Peut-être est-ce lié à la culture africaine ? Il est important de souligner qu'en Afrique, une fête est vraiment une fête, tout comme un enterrement est vraiment un enterrement ! Un Africain sait comment consacrer son attention, son énergie, ses ressources et son temps pour s'assurer que de tels moments ne sont pas privés de leur plus grande importance. Il est donc raisonnable pour lui qu'une grande célébration comme une messe d'ordination sacerdotale ou épiscopale dure quatre ou cinq heures. Toutes les personnes présentes sont heureuses et personne n'est pressé lorsqu'il s'agit de tels événements. La qualité du moment est plus importante que le temps qui passe. En Europe, les gens pensent peut-être en termes quantitatifs. Il n'est donc pas surprenant que de nombreux catholiques non africains s'étonnent de la durée des messes en Afrique.
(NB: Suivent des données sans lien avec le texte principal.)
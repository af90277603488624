"""In-process benchmark of the monthly metrics and bootstrap intervals for a 1-minute site-year.

Four inverters, 525,600 intervals each (2.1 million aligned rows) in an in-memory database, the
expected series already there. Timed: ``perfcheck.metrics.compute`` (the DuckDB pass over the
aligned view, daily, monthly, yearly and period summaries, 1000 day-block resamples each).
Target: <= 3 s on the project machine. Run: ``python tests/bench_metrics.py``
(in-process, one library call; the whole commands are timed by ``tests/benchmark.py``).
"""

from __future__ import annotations

import time
from collections.abc import Callable

from metrics_support import connect_with, make_site, synthetic_aligned

from perfcheck import metrics

TARGET_S = 3.0


def bench(print_row: Callable[[str, str], None]) -> None:
    site = make_site(n_inverters=4)
    t0 = time.perf_counter()
    frame = synthetic_aligned(site, "2025-01-01", "2026-01-01", freq="1min")
    con = connect_with(frame)
    print_row("metrics: setup (not timed)",
              f"{len(frame):,} aligned rows in {time.perf_counter() - t0:.1f} s")
    start, end = metrics.resolve_period(con, site, None, None)
    best = float("inf")
    for _ in range(3):
        t0 = time.perf_counter()
        result = metrics.period(con, site, start, end)
        best = min(best, time.perf_counter() - t0)
    m = result["metrics"]
    print_row("metrics: monthly + bootstrap, site-year",
              f"{best:.2f} s best of 3 ({len(m['monthly'])} months, {len(m['daily'])} days, "
              f"5 scopes, {metrics.load_settings(site).bootstrap_samples} resamples)")
    print_row("metrics: ratio to target", f"{best / TARGET_S:.2f} (target <= 1.0, {TARGET_S} s)")


if __name__ == "__main__":
    bench(lambda label, value: print(f"{label:<40} {value}", flush=True))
Cependant, notre praxis n'est pas parfaite, tout comme aucune praxis n'est parfaite. Il peut y avoir des exagérations ici et là qui font que les messes en Afrique durent plus longtemps qu'elles ne le devraient. C'est là que la catéchèse doit jouer un rôle important et permettre ainsi de limiter la durée des homélies. Nous devons également apprendre à nos chers chrétiens à éviter les longues et bruyantes processions d'offrandes, agrémentées de danses interminables. Tout demande de la modération. Notre combat est de tout faire pour que tous ceux qui assistent à la messe participent à cette "actuosa participatio" (participation active) dont parle le Concile Vatican II. Bien sûr, cela n'a rien à voir avec le fait d'essayer d'argumenter sur le temps maximum autorisé pour une messe.